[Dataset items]
——

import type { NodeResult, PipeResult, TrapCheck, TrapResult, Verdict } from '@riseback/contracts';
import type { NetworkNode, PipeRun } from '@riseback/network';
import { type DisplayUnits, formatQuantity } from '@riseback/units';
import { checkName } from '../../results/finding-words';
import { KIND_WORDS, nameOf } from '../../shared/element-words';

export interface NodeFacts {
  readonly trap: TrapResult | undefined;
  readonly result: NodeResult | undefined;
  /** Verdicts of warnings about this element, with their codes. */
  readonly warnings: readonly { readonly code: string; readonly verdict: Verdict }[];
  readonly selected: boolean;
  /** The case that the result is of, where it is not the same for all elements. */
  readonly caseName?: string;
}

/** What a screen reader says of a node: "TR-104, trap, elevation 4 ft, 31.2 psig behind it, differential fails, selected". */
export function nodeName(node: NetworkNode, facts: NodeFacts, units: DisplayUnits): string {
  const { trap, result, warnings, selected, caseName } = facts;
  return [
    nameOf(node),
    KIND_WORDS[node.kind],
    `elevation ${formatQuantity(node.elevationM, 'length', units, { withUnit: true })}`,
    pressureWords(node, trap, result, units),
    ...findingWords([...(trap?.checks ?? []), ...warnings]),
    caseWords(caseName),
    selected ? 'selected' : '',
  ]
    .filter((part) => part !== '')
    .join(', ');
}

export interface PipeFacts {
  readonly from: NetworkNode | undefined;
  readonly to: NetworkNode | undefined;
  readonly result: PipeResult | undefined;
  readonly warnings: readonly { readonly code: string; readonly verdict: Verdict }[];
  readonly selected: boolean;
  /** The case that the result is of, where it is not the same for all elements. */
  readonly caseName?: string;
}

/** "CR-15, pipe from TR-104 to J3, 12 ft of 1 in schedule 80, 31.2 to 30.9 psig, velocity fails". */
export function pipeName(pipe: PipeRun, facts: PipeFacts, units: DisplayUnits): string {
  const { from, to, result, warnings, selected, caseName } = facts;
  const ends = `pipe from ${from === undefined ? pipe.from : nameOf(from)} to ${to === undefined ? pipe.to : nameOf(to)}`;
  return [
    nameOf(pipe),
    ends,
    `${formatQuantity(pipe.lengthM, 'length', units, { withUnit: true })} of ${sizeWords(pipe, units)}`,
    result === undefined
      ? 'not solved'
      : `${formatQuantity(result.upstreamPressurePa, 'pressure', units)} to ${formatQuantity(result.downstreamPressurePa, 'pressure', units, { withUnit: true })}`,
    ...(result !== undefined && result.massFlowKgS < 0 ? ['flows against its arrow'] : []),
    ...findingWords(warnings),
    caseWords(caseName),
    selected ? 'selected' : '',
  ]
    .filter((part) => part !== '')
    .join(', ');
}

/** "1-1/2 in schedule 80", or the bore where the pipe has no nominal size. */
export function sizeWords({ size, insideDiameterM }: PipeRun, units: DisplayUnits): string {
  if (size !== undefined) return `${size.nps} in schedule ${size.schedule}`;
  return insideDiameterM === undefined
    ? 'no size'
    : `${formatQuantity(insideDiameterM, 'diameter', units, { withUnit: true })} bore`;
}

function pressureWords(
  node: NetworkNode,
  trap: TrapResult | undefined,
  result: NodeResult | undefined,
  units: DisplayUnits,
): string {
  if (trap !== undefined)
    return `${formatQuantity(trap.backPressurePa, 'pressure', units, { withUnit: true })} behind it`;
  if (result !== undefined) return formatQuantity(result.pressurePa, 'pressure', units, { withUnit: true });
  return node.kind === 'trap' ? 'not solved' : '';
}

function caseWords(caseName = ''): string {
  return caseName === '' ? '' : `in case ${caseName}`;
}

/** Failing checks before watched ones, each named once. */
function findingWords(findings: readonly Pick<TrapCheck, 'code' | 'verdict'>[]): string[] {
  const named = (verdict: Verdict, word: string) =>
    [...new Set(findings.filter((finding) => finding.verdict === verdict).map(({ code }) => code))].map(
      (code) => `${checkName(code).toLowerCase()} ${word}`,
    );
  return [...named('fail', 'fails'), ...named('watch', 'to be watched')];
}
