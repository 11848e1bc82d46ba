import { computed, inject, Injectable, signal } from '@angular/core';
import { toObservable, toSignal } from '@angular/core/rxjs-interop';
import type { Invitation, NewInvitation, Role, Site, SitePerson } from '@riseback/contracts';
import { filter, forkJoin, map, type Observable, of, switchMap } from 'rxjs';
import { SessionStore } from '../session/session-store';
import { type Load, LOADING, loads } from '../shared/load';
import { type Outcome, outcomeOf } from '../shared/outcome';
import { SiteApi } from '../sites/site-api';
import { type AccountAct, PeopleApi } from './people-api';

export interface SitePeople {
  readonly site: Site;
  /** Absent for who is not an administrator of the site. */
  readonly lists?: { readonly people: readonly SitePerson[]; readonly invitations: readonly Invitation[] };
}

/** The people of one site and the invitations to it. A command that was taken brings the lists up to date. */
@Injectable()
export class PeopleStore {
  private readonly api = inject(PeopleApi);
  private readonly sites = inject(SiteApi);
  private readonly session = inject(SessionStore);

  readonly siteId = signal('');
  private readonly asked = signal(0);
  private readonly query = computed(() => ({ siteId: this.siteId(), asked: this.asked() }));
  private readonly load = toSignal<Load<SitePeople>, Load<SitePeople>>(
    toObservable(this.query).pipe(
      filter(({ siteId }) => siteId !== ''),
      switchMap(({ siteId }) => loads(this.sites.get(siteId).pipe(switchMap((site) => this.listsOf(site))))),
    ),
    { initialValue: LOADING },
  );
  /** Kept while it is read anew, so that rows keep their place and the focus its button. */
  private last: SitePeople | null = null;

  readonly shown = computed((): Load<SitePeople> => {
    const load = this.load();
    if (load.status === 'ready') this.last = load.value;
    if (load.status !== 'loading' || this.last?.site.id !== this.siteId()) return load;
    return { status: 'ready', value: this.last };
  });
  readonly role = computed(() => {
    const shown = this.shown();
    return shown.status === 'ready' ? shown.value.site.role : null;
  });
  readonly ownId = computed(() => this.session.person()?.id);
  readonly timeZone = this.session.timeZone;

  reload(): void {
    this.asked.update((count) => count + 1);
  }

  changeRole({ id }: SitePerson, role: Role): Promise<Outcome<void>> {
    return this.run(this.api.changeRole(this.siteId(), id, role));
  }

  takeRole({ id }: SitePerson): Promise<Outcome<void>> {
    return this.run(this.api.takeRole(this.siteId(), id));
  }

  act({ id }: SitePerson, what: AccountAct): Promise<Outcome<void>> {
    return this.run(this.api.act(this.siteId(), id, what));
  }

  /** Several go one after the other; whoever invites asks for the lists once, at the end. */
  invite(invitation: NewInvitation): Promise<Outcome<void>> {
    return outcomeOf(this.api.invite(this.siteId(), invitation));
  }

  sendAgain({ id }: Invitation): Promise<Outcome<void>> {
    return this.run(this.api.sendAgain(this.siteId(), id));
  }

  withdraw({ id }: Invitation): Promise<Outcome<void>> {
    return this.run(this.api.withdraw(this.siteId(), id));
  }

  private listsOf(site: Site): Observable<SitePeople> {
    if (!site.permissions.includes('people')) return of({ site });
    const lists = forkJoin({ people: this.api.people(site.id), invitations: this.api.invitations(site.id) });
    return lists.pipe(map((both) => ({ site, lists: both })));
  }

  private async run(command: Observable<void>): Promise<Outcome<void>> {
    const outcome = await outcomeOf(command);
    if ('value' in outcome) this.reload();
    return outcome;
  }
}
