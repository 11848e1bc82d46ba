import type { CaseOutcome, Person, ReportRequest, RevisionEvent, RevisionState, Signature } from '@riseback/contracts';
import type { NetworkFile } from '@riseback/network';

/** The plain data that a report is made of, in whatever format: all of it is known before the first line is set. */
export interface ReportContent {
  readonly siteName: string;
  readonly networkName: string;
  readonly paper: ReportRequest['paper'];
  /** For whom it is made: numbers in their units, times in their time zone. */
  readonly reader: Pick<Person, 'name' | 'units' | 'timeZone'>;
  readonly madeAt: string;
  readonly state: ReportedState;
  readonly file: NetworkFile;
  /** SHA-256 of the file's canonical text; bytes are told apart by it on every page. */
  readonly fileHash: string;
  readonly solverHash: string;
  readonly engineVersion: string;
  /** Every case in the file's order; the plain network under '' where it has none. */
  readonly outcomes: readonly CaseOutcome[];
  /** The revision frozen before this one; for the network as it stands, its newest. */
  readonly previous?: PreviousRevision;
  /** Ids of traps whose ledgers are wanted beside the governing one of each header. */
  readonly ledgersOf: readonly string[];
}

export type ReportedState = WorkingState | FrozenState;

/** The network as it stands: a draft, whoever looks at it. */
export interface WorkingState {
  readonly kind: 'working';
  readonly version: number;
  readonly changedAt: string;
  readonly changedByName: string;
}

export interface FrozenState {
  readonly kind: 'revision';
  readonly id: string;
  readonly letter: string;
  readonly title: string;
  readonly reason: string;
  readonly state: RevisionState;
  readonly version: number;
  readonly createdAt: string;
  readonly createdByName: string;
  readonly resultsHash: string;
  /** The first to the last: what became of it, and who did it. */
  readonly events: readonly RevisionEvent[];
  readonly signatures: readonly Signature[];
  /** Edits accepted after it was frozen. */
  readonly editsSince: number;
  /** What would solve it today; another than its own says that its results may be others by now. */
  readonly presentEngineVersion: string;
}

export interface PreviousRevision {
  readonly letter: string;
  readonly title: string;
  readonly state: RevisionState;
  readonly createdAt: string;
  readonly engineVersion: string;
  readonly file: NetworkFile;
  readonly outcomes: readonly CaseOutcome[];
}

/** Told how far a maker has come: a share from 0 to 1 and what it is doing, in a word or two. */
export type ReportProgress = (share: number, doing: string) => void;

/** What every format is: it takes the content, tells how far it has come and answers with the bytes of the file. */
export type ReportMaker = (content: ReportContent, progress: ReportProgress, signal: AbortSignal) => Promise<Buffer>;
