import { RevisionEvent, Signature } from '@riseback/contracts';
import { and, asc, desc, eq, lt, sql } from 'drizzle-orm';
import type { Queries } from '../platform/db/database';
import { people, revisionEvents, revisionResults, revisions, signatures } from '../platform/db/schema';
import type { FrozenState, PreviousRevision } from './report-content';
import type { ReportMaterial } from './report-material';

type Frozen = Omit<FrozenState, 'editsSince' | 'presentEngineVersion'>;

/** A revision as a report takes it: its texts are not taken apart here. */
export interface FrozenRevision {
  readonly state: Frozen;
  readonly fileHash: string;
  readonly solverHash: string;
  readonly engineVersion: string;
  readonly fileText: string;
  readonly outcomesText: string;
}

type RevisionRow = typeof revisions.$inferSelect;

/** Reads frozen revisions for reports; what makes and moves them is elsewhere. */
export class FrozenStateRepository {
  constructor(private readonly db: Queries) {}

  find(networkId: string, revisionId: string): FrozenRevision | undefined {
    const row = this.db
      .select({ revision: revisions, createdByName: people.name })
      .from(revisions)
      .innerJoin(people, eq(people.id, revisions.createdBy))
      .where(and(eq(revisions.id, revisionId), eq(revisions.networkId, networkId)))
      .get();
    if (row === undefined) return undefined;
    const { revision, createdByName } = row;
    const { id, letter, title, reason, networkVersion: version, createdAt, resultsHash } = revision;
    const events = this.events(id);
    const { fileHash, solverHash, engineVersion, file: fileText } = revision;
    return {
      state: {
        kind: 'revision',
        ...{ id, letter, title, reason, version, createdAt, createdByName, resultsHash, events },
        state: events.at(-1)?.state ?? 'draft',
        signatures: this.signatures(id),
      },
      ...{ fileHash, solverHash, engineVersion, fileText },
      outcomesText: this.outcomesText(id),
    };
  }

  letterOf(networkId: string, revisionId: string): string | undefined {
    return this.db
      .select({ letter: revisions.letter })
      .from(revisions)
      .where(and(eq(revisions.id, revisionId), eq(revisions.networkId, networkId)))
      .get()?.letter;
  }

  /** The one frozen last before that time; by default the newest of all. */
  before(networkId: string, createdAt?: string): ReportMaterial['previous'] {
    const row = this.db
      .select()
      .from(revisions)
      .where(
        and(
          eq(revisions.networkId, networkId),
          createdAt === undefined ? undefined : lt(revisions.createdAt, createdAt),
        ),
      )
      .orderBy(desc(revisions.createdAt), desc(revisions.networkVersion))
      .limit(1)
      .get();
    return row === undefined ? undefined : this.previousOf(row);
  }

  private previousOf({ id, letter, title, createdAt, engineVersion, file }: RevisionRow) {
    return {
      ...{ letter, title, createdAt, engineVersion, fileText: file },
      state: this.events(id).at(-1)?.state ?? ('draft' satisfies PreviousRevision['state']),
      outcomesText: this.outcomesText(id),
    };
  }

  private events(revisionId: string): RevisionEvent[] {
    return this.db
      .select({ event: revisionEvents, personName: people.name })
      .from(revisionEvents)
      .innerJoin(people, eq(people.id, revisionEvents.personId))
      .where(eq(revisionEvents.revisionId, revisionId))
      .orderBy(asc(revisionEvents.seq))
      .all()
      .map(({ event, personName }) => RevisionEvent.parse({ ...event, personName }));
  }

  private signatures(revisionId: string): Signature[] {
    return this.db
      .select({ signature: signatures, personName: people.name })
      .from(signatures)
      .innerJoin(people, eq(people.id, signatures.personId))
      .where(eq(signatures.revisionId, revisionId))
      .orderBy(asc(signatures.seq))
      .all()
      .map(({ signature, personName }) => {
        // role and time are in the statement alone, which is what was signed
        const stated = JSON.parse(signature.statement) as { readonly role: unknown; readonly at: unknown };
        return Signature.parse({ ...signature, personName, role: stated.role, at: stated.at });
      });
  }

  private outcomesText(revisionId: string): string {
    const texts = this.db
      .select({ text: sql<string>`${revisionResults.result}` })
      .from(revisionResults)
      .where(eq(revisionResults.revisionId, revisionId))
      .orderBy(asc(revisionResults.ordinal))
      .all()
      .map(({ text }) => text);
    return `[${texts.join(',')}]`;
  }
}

——

Each line above that contains the string "TrapCheck" should be identified and copied.

§ **Exercise solution**:
import type { NodeResult, PipeResult, TrapCheck, TrapResult, Verdict } from '@riseback/contracts';
function findingWords(findings: readonly Pick<TrapCheck, 'code' | 'verdict'>[]): string[] {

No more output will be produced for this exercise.